11 kam mir sehr erzwungen vor..... wir müssen jetzt szenarien schaffen in denen sie ihre kräfte einsetzen kann........ 
wie gesagt, den kompletten handlungsstrang der kinder kann man rausschneiden und man käme zum selben ende


----------



## DaStash (13. Juli 2019)

mylka schrieb:


> das war die ersten 2 folgen wirklich sehr anstrengend. hätte fast schon abgebrochen, aber dann ging zum glück die action los
> 
> die hälfte der kinder nervt einfach nur noch.
> sogar 11.... welchen sinn hatte die eigentlich? wie ich schon sagt hätten es die erwachsenen auch selber bewältigen können!
> ...


SPOILER!!!!





Bei Elfi ist doch gerade im Hinblick zum Schluss interessant dass sie keine Kräfte mehr hat was sicherlich sehr spannend für die vierte Staffel sein wird.

MfG


----------



## Blackvoodoo (13. Juli 2019)

DaStash schrieb:


> SPOILER!!!!
> 
> 
> 
> ...


Sie sagte doch zu Hopper das ihr Akku leer ist. Akkus kann man wieder aufladen. Also ich bin 100% sicher in der 4. Staffel hat sie ihre Kräfte wieder.
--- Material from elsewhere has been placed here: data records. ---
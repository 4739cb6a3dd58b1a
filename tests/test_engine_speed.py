"""The engine's short cuts (issue 15) against independent answers.

The event search skips polynomials with box tests (``events.path_span``, the
boxes of ``engine._refresh_pairs``) and the root finders work in one scratch
array (``roots.SCRATCH_LEN``). These tests check the pieces against answers
that do not come from the engine:

* a quadratic's lowest and highest values on an interval lie at its ends or
  its vertex (elementary calculus, common practice, no source), checked
  against ``numpy.polyval`` on a dense grid;
* the roots found in the scratch array are those ``numpy.roots`` finds;
* contacts at the very edge of the box tests (a pair that just grazes, a
  ball rolling straight at another or at a rail) happen when uniform
  deceleration says: a rolling ball covers ``d = v t - a t^2 / 2``, so it
  gets there at ``t = (v - sqrt(v^2 - 2 a d)) / a`` (kinematics, common
  practice, no source), with ``a = mu_r g``.

Bit-identity of whole runs before and after the short cuts is checked by
``benchmarks/engine_identity.py`` against an earlier commit, not here.
"""

from __future__ import annotations

import math

import numpy as np
import pytest

from shotplan.equipment import TableSpec
from shotplan.physics import Physics, Simulator
from shotplan.physics.engine import run_events
from shotplan.physics.events import path_span
from shotplan.physics.roots import SCRATCH_LEN, first_down_crossing, real_roots
from shotplan.physics.state import (
    EV_COLLISION,
    EV_CUSHION,
    EV_POCKET,
    P_G,
    P_MU_R,
    P_MU_S,
    P_R,
    P_REFF,
)
from shotplan.table import Table


def test_path_span_is_the_range_of_the_quadratic() -> None:
    rng = np.random.default_rng(15)
    for _ in range(500):
        x, v, a = rng.normal(0.0, 2.0, 3)
        T = float(rng.uniform(0.0, 5.0))
        lo, hi = path_span(float(x), float(v), float(a), T)
        poly = [0.5 * a, v, x]
        ts = np.linspace(0.0, T, 2001)
        cand = [0.0, T] + ([-v / a] if a != 0.0 and 0.0 < -v / a < T else [])
        vals = np.polyval(poly, np.array(cand))
        scale = abs(x) + abs(v) * T + abs(a) * T * T + 1.0
        # Attained at an end or the vertex (numpy evaluates them apart).
        assert lo == pytest.approx(vals.min(), abs=1e-12 * scale)
        assert hi == pytest.approx(vals.max(), abs=1e-12 * scale)
        # And nothing on the grid lies outside.
        grid = np.polyval(poly, ts)
        assert grid.min() >= lo - 1e-12 * scale
        assert grid.max() <= hi + 1e-12 * scale


def test_scratch_array_roots_match_numpy() -> None:
    """The allocation-free path (a SCRATCH_LEN array) finds numpy.roots' real
    roots, and exactly what the allocating path (an 8-float array) finds."""
    rng = np.random.default_rng(7)
    for _ in range(300):
        roots = np.sort(rng.uniform(-1.0, 3.0, 4))
        c = np.poly(roots)[::-1].copy() * rng.uniform(0.5, 2.0)
        long_out = np.zeros(SCRATCH_LEN)
        short_out = np.zeros(8)
        k = real_roots(c, 4, 0.0, 2.0, long_out)
        k8 = real_roots(c, 4, 0.0, 2.0, short_out)
        assert k == k8
        assert np.array_equal(long_out[:k], short_out[:k])
        ref = np.sort(np.roots(c[::-1]).real)
        ref = ref[(ref >= 0.0) & (ref <= 2.0)]
        if np.min(np.diff(roots)) > 1e-3:  # well-separated: conditioned well enough
            assert k == len(ref)
            assert long_out[:k] == pytest.approx(ref, abs=1e-9)
        assert first_down_crossing(c, 4, 2.0, long_out) == first_down_crossing(c, 4, 2.0,
                                                                               short_out)


def _rolling_time(v: float, d: float, prm: np.ndarray) -> float:
    a = prm[P_MU_R] * prm[P_G]
    return (v - math.sqrt(v * v - 2.0 * a * d)) / a


@pytest.fixture(scope="module")
def sim() -> Simulator:
    return Simulator(Table(TableSpec.preset("pool-9ft")), Physics())


def _roll(sim: Simulator, pos: list[tuple[float, float]], v: tuple[float, float]):  # type: ignore[no-untyped-def]
    R = sim.prm[P_R]
    spin = (-v[1] / R, v[0] / R, 0.0)  # rolling from the start: no slip at the cloth
    return sim.run_raw(np.array(pos, dtype=float), 0, v, spin)


@pytest.mark.parametrize("offset_r", [0.0, 1.0, 1.999, 1.999999])
def test_pair_contact_at_the_edge_of_the_box_tests(sim: Simulator, offset_r: float) -> None:
    """A ball rolling at 1.5 m/s along x at a ball 0.6 m ahead, its line
    ``offset_r`` radii to the side (just under 2: a graze)."""
    R = sim.prm[P_R]
    b = offset_r * R
    run = _roll(sim, [(0.5, 0.6), (1.1, 0.6 + b)], (1.5, 0.0))
    assert run.event_kind[0] == EV_COLLISION
    d = 0.6 - math.sqrt(4.0 * R * R - b * b)  # travel until the centres are 2R apart
    assert run.event_t[0] == pytest.approx(_rolling_time(1.5, d, sim.prm), rel=1e-9)


def test_pair_that_passes_by_has_no_contact(sim: Simulator) -> None:
    """The same, 2R + 1 um to the side: no collision at all."""
    R = sim.prm[P_R]
    run = _roll(sim, [(0.5, 0.6), (1.1, 0.6 + 2.0 * R + 1e-6)], (1.5, 0.0))
    assert EV_COLLISION not in run.event_kind


def test_rail_contact_after_a_long_roll(sim: Simulator) -> None:
    """Rolling at 2 m/s straight down the table at the bottom rail's nose
    (the line y = 0 of the pool-9ft table, between the pockets): it meets
    it when its centre is the contact offset from the nose."""
    run = _roll(sim, [(0.6, 0.9)], (0.0, -2.0))
    assert run.event_kind[0] == EV_CUSHION
    d = 0.9 - sim.prm[P_REFF]
    assert run.event_t[0] == pytest.approx(_rolling_time(2.0, d, sim.prm), rel=1e-9)


def test_rail_reached_just_before_the_ball_stops(sim: Simulator) -> None:
    """Rolling down at the speed that stops it 10 um past the contact: the
    box of its path only just reaches the rail's, and the contact is still
    found (a box test with too little slack would drop it)."""
    d = 0.9 - sim.prm[P_REFF]
    a = sim.prm[P_MU_R] * sim.prm[P_G]
    v = math.sqrt(2.0 * a * (d + 1e-5))
    run = _roll(sim, [(0.6, 0.9)], (0.0, -v))
    assert run.event_kind[0] == EV_CUSHION
    assert run.event_t[0] == pytest.approx(_rolling_time(v, d, sim.prm), rel=1e-9)


def test_ball_already_past_a_drop_line_falls_at_once(sim: Simulator) -> None:
    """A ball whose centre is 1 mm past a side pocket's drop line, moving
    on into the pocket, falls now (t = 0): the box test, which expects a
    drop on the line, must not apply to a ball already past it."""
    k = int(np.flatnonzero(sim.drops[:, 5] == 1.0)[0])  # the side pocket at the bottom rail
    x0, y0, x1, _ = sim.drops[k, :4]
    run = _roll(sim, [(0.5 * (x0 + x1), y0 - 1e-3)], (0.0, -0.3))
    assert run.event_kind[0] == EV_POCKET
    assert run.event_t[0] == 0.0
    assert run.pocket_of(0) == int(sim.drops[k, 6])


def test_pair_moving_apart_then_back_together(sim: Simulator) -> None:
    """Ball B rolls away from ball A at 0.2 m/s; A, still but with strong
    backspin, slides after it at mu_s g. They first separate, then A catches
    B, before either changes state: the contact comes where the gap
    ``1 mm + 0.2 t - (mu_s + mu_r) g t^2 / 2`` (both motions uniformly
    accelerated along one line) is zero, its positive root by numpy.roots."""
    prm = sim.prm
    R = prm[P_R]
    pos = np.array([[1.27, 0.635], [1.27 - 2.0 * R - 1e-3, 0.635]])
    vel = np.array([[0.0, 0.0], [-0.2, 0.0]])
    om = np.array([[0.0, -80.0, 0.0], [0.0, -0.2 / R, 0.0]])  # B rolls (w_y = v_x / R)
    max_ev = 50
    i8 = np.int64
    bufs = (np.zeros(max_ev), *(np.zeros(max_ev, dtype=i8) for _ in range(6)),
            np.zeros(2 * max_ev + 2), np.zeros(2 * max_ev + 2, dtype=i8),
            np.zeros(2 * max_ev + 2, dtype=i8), np.zeros((2 * max_ev + 2, 2)),
            np.zeros((2 * max_ev + 2, 2)), np.zeros((2 * max_ev + 2, 3)))
    n_ev, _, _ = run_events(pos, vel, om, np.zeros(2, dtype=i8), prm, sim.lines, sim.circles,
                            sim.drops, max_ev, *bufs)
    assert n_ev >= 1
    ev_t, ev_kind = bufs[0], bufs[1]
    k = 0.5 * (prm[P_MU_S] + prm[P_MU_R]) * prm[P_G]
    roots = np.roots([-k, 0.2, 1e-3])
    expected = float(roots[roots > 0][0])
    slide_ends = 2.0 * R * 80.0 / (7.0 * prm[P_MU_S] * prm[P_G])  # A's slip R w / (7/2 mu_s g)
    assert expected < slide_ends  # the case is as described: contact while A still slides
    assert ev_kind[0] == EV_COLLISION
    assert ev_t[0] == pytest.approx(expected, rel=1e-9)


def test_path_near_never_misses_a_point_the_path_comes_near() -> None:
    """``events._path_near`` may only answer False for a point the path stays
    farther from than r: checked against the least distance over a dense
    grid of the path (numpy), for curved (sliding) paths and for straight
    rolling ones (acceleration against the velocity, up to the stop)."""
    from shotplan.physics.events import _path_near

    rng = np.random.default_rng(21)
    for trial in range(2000):
        x, y = rng.uniform(0.0, 2.0, 2)
        vx, vy = rng.normal(0.0, 2.0, 2)
        straight = trial % 2 == 0
        if straight:
            k = rng.uniform(0.05, 0.5)
            speed = math.hypot(vx, vy)
            ax, ay = -k * vx / speed, -k * vy / speed
            T = float(rng.uniform(0.0, speed / k))
        else:
            ax, ay = rng.normal(0.0, 3.0, 2)
            T = float(rng.uniform(0.0, 1.0))
        cx, cy = rng.uniform(-0.5, 2.5, 2)
        r = float(rng.uniform(0.0, 0.1))
        t = np.linspace(0.0, T, 4001)
        px = x + vx * t + 0.5 * ax * t * t
        py = y + vy * t + 0.5 * ay * t * t
        if np.hypot(px - cx, py - cy).min() <= r:
            assert _path_near(x, y, vx, vy, ax, ay, T, straight, cx, cy, r + 1e-9)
Wäre das nicht der Fall könnte man ihre Rolle gleich komplett streichen.


----------



## Rizzard (15. Juli 2019)

Dann warne ich auch mal vor....* SPOILER incoming*.




Vorallem geht in der Serie ohne Elfies Hilfe mal so garnichts.
Elfie regelt das Ende von Teil 1 und Teil 2, und auch in Teil 3 hätte es Tode der Hauptakteure gegeben wenn sie nicht da wäre.
Ohne Elfie bräuchte man viel viel viel mehr Waffen in der Serie.^^


----------